// The training mixture by token budget: from each source's train tokens (gathered per unit, see
// mixture-tally.ts), the tokens each source is asked for, how many whole repeats it gets and which
// records get one more copy. A pure function of the figures, so every pack task and assemble
// compute the same plan whatever the task count.
import { SiftpackError } from "../errors.js";
import type { MixtureConfig } from "../pipeline/config.js";
import { unitHash } from "../lib/hash.js";

/** Returns from repeated data fall off after about four epochs: Muennighoff et al. 2023, "Scaling Data-Constrained Language Models" (cited from memory). */
export const EPOCH_WARNING = 4;

/** One train record of a source: its rank in the source's seeded order, and its tokens. */
export interface TallyEntry {
  rank: number;
  tokens: number;
}

export interface SourceMixture {
  source: string;
  /** The group the share was asked for, when it was asked for a group. */
  group?: string;
  /** The asked share of the train tokens (a group's share split by the members' tokens available). */
  share: number;
  /** Train tokens and documents available (each document once). */
  tokens_available: number;
  documents: number;
  /** Tokens asked: share × budget. */
  tokens_asked: number;
  /** Whole repeats every record gets; records of rank below `cut` get one more. */
  whole: number;
  cut: number;
  /** The record of rank `rank` (the one that crosses the rest) gets one more copy in part: its first `tokens` tokens. */
  partial?: { rank: number; tokens: number };
  /** Records that get the extra copy, and tokens used in all. */
  extra_documents: number;
  tokens_used: number;
  achieved_share: number;
  /** Tokens used / tokens available: how many times the source is seen. */
  epochs: number;
}

export interface MixturePlan {
  /** The train token budget: asked, or the largest that repeats no source. */
  train_tokens: number;
  budget_from: "asked" | "largest without repetition";
  tokens_used: number;
  max_epochs: number;
  sources: SourceMixture[];
  /** Sources above EPOCH_WARNING epochs, one line each. */
  warnings: string[];
}

/** The salt of the rank draw: apart from the split's and the old weight draw's. */
const RANK_SALT = 0x6d1c;

/** A record's place in its source's seeded order: depends on source, id and seed only. */
export function mixtureRank(source: string, id: string, seed: number): number {
  return unitHash(`${source}\u0000${id}`, (seed ^ RANK_SALT) >>> 0);
}

/** How many times a train record of a source with rank `rank` enters train whole under the plan. */
export function copiesOf(s: SourceMixture, rank: number): number {
  return s.whole + (rank < s.cut ? 1 : 0);
}

/** The tokens of the one part copy a record of rank `rank` gets (its first ones), or 0. */
export function partOf(s: SourceMixture, rank: number): number {
  return s.partial !== undefined && s.partial.rank === rank ? s.partial.tokens : 0;
}

/** A source's train figures, each document once. */
export interface SourceTotals {
  tokens: number;
  documents: number;
}

/** The extra copies of one source: tokens and documents taken, the rank below which records are taken, and the part copy. */
export interface Pick {
  used: number;
  documents: number;
  cut: number;
  partial?: { rank: number; tokens: number };
}

/**
 * The mixture plan from every source's train records held in memory (any order). Throws a
 * SiftpackError with the figures when a source with a share has no train tokens or needs more
 * than max_epochs.
 */
export function planMixture(m: MixtureConfig, sourceNames: string[], tallies: Map<string, TallyEntry[]>, file = "pipeline"): MixturePlan {
  const totals = new Map(sourceNames.map((name) => [name, { tokens: (tallies.get(name) ?? []).reduce((a, e) => a + e.tokens, 0), documents: (tallies.get(name) ?? []).length }]));
  const rests = restsOf(m, sourceNames, totals, file);
  return planFrom(m, sourceNames, totals, rests, new Map(sourceNames.map((name) => [name, pickExtra(tallies.get(name) ?? [], rests.rest.get(name)!)])));
}

/** Whole repeats and the tokens left to take by one more copy, per source; the budget. */
export interface Rests {
  asked: ReturnType<typeof askedTokens>;
  whole: Map<string, number>;
  rest: Map<string, number>;
}

/** The first step of a plan, from the totals alone: the budget, each source's whole repeats and rest; the checks that fail a build. */
export function restsOf(m: MixtureConfig, sourceNames: string[], totals: Map<string, SourceTotals>, file: string): Rests {
  const asked = askedTokens(m, sourceNames, new Map([...totals].map(([k, t]) => [k, t.tokens])));
  if (asked.problems.length) throw new SiftpackError("SP_MIXTURE", `${file}: the mixture cannot be met: ${asked.problems.join("; ")}`);
  const over = asked.sources.filter((f) => f.factor > m.max_epochs);
  if (over.length) throw new SiftpackError("SP_MIXTURE", `${file}: ${overMessage(m, asked.budget, over)}`);
  const whole = new Map<string, number>();
  const rest = new Map<string, number>();
  for (const s of asked.sources) {
    // A factor a rounding error below a whole number is that number.
    const w = Math.floor(s.factor + 1e-12);
    whole.set(s.source, w);
    rest.set(s.source, Math.max(0, s.tokens_asked - w * s.tokens_available));
  }
  return { asked, whole, rest };
}

/**
 * The plan from the totals, the rests and each source's pick. Each source is rounded on its own (no
 * error carried between sources): adding records to one source must not change another's selection
 * while the budget is asked.
 */
export function planFrom(m: MixtureConfig, sourceNames: string[], totals: Map<string, SourceTotals>, r: Rests, picks: Map<string, Pick>): MixturePlan {
  const sources: SourceMixture[] = [];
  for (const p of r.asked.sources) {
    const name = p.source;
    const avail = p.tokens_available;
    const whole = r.whole.get(name)!;
    const pick = picks.get(name)!;
    const used = whole * avail + pick.used;
    sources.push({ source: name, ...(p.group ? { group: p.group } : {}), share: p.share, tokens_available: avail, documents: totals.get(name)?.documents ?? 0, tokens_asked: p.tokens_asked, whole, cut: pick.cut, ...(pick.partial ? { partial: pick.partial } : {}), extra_documents: pick.documents, tokens_used: used, achieved_share: 0, epochs: avail === 0 ? 0 : used / avail });
  }
  const total = sources.reduce((a, s) => a + s.tokens_used, 0);
  for (const s of sources) s.achieved_share = total === 0 ? 0 : s.tokens_used / total;
  const warnings = sources.filter((s) => s.epochs > EPOCH_WARNING).map((s) => `${epochWarning(s.source, s.epochs, "is seen")} in train, more than ${EPOCH_WARNING}: ${REPEAT_FINDING}; give it a smaller share or add data`);
  return { train_tokens: r.asked.budget, budget_from: m.train_tokens !== undefined ? "asked" : "largest without repetition", tokens_used: total, max_epochs: m.max_epochs, sources, warnings };
}

/** The finding behind the epoch warning (cited from memory). */
export const REPEAT_FINDING = 'returns from repeated data fall off after about four epochs (Muennighoff et al. 2023, "Scaling Data-Constrained Language Models")';

/** `source "B" is seen 4.25 times (epochs)`: how often a source is repeated, in a warning's words. */
export function epochWarning(source: string, epochs: number, verb: "is seen" | "would be seen"): string {
  return `source "${source}" ${verb} ${epochs.toFixed(2)} times (epochs)`;
}

/** One source's asked figures: its share, the tokens asked and the factor over its tokens available. */
export interface AskedTokens {
  source: string;
  group?: string;
  share: number;
  tokens_available: number;
  tokens_asked: number;
  factor: number;
}

/**
 * The budget and each source's asked tokens from its tokens available (measured by a build, or
 * estimated by `plan`). A group's share is split among its members by their tokens available, so
 * the members keep their natural proportions and get the same factor. Shares are normalized (the
 * rules allow a sum within 0.001 of 1). Without train_tokens, the budget is the largest that
 * repeats no source: the smallest tokens available / share.
 */
export function askedTokens(m: MixtureConfig, sourceNames: string[], available: Map<string, number>): { budget: number; sources: AskedTokens[]; problems: string[] } {
  const groups = m.groups ?? {};
  const share = new Map<string, { share: number; group?: string }>();
  const problems: string[] = [];
  for (const [key, p] of Object.entries(m.shares)) {
    const members = groups[key] ?? [key];
    const total = members.reduce((a, s) => a + (available.get(s) ?? 0), 0);
    if (p > 0 && total === 0) problems.push(`${key in groups ? "group" : "source"} "${key}" has a share of ${p} but no train tokens`);
    for (const s of members) share.set(s, { share: total === 0 ? 0 : (p * (available.get(s) ?? 0)) / total, group: key in groups ? key : undefined });
  }
  const sum = [...share.values()].reduce((a, s) => a + s.share, 0);
  if (sum > 0) for (const s of share.values()) s.share /= sum;
  let budget = m.train_tokens ?? Infinity;
  if (m.train_tokens === undefined)
    for (const name of sourceNames) {
      const p = share.get(name)?.share ?? 0;
      if (p > 0) budget = Math.min(budget, (available.get(name) ?? 0) / p);
    }
  if (!Number.isFinite(budget)) budget = 0;
  const sources = sourceNames.map((name) => {
    const p = share.get(name) ?? { share: 0 };
    const avail = available.get(name) ?? 0;
    const target = p.share * budget;
    return { source: name, ...(p.group ? { group: p.group } : {}), share: p.share, tokens_available: avail, tokens_asked: target, factor: avail === 0 ? 0 : target / avail };
  });
  return { budget, sources, problems };
}

/** The message of a budget that needs more than max_epochs of some sources, with their figures. */
export function overMessage(m: MixtureConfig, budget: number, over: AskedTokens[]): string {
  return (
    `a train budget of ${Math.round(budget)} tokens needs more than max_epochs ${m.max_epochs} of ${over.map((f) => `"${f.source}"`).join(", ")}: ` +
    over.map((f) => `"${f.source}" has ${f.tokens_available} train tokens for a share of ${+f.share.toFixed(4)} (${Math.round(f.tokens_asked)} tokens), ${f.factor.toFixed(2)} epochs`).join("; ") +
    `; lower mixture.train_tokens or that share, add data, or raise mixture.max_epochs`
  );
}

/**
 * The records that get one more copy: in rank order, whole up to the document whose tokens cross
 * `rest` (rounded to a whole token); that document gets its copy in part, its first tokens up to
 * `rest`, so each source gets exactly its tokens asked and the total is the budget (within half a
 * token per source). Records of equal rank (a 53-bit hash collision) go together and are never cut:
 * such a group is taken or not, whichever is nearer `rest`. `cut` is the rank of the first record
 * not taken whole, or `end` when all are (ranks are below 1); `start` when the list is empty and
 * nothing is taken (the lowest rank the list could hold).
 */
export function pickExtra(entries: TallyEntry[], rest: number, end = 1, start = 0): Pick {
  const sorted = [...entries].sort((a, b) => a.rank - b.rank || a.tokens - b.tokens);
  const target = Math.round(rest);
  // Nothing of these records: the cut is below them all (records of lower ranks, in earlier buckets, stay taken).
  if (target <= 0 || sorted.length === 0) return { used: 0, cut: sorted.length ? sorted[0].rank : start, documents: 0 };
  let cum = 0;
  let i = 0;
  while (i < sorted.length) {
    let j = i;
    let tokens = 0;
    while (j < sorted.length && sorted[j].rank === sorted[i].rank) tokens += sorted[j++].tokens;
    if (cum + tokens >= target) {
      const next = j < sorted.length ? sorted[j].rank : end;
      if (cum + tokens === target) return { used: target, cut: next, documents: j };
      if (j - i === 1) return { used: target, cut: sorted[i].rank, documents: j, partial: { rank: sorted[i].rank, tokens: target - cum } };
      const lo = cum - target;
      const hi = lo + tokens;
      if (Math.abs(hi) < Math.abs(lo)) return { used: cum + tokens, cut: next, documents: j };
      return { used: cum, cut: sorted[i].rank, documents: i };
    }
    cum += tokens;
    i = j;
  }
  return { used: cum, cut: end, documents: sorted.length };
}

/** The manifest's `mixture` entry: the plan's figures without its internal cut ranks, rounded for reading. */
export interface MixtureEntry {
  train_tokens: number;
  budget_from: MixturePlan["budget_from"];
  tokens_used: number;
  max_epochs: number;
  epoch_warning: number;
  sources: {
    source: string;
    group?: string;
    share: number;
    achieved_share: number;
    tokens_available: number;
    documents: number;
    tokens_asked: number;
    tokens_used: number;
    repeats: number;
    extra_documents: number;
    epochs: number;
  }[];
  warnings: string[];
}

export function mixtureEntry(m: MixturePlan): MixtureEntry {
  const r = (x: number, d: number) => Math.round(x * 10 ** d) / 10 ** d;
  return {
    train_tokens: Math.round(m.train_tokens),
    budget_from: m.budget_from,
    tokens_used: m.tokens_used,
    max_epochs: m.max_epochs,
    epoch_warning: EPOCH_WARNING,
    sources: m.sources.map((s) => ({
      source: s.source,
      ...(s.group ? { group: s.group } : {}),
      share: r(s.share, 6),
      achieved_share: r(s.achieved_share, 6),
      tokens_available: s.tokens_available,
      documents: s.documents,
      tokens_asked: Math.round(s.tokens_asked),
      tokens_used: s.tokens_used,
      repeats: s.whole,
      extra_documents: s.extra_documents,
      epochs: r(s.epochs, 4),
    })),
    warnings: m.warnings,
  };
}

__About this exercise__
For this exercise, output exactly the lines above from the line with "for (const s of sources)" to the line with "const members = groups[key] ?? [key];", counting both, and leave out the rest.

__Answer section__
  for (const s of sources) s.achieved_share = total === 0 ? 0 : s.tokens_used / total;
  const warnings = sources.filter((s) => s.epochs > EPOCH_WARNING).map((s) => `${epochWarning(s.source, s.epochs, "is seen")} in train, more than ${EPOCH_WARNING}: ${REPEAT_FINDING}; give it a smaller share or add data`);
  return { train_tokens: r.asked.budget, budget_from: m.train_tokens !== undefined ? "asked" : "largest without repetition", tokens_used: total, max_epochs: m.max_epochs, sources, warnings };
}

/** The finding behind the epoch warning (cited from memory). */
export const REPEAT_FINDING = 'returns from repeated data fall off after about four epochs (Muennighoff et al. 2023, "Scaling Data-Constrained Language Models")';

/** `source "B" is seen 4.25 times (epochs)`: how often a source is repeated, in a warning's words. */
export function epochWarning(source: string, epochs: number, verb: "is seen" | "would be seen"): string {
  return `source "${source}" ${verb} ${epochs.toFixed(2)} times (epochs)`;
}

/** One source's asked figures: its share, the tokens asked and the factor over its tokens available. */
export interface AskedTokens {
  source: string;
  group?: string;
  share: number;
  tokens_available: number;
  tokens_asked: number;
  factor: number;
}

/**
 * The budget and each source's asked tokens from its tokens available (measured by a build, or
 * estimated by `plan`). A group's share is split among its members by their tokens available, so
 * the members keep their natural proportions and get the same factor. Shares are normalized (the
 * rules allow a sum within 0.001 of 1). Without train_tokens, the budget is the largest that
 * repeats no source: the smallest tokens available / share.
 */
export function askedTokens(m: MixtureConfig, sourceNames: string[], available: Map<string, number>): { budget: number; sources: AskedTokens[]; problems: string[] } {
  const groups = m.groups ?? {};
  const share = new Map<string, { share: number; group?: string }>();
  const problems: string[] = [];
  for (const [key, p] of Object.entries(m.shares)) {
    const members = groups[key] ?? [key];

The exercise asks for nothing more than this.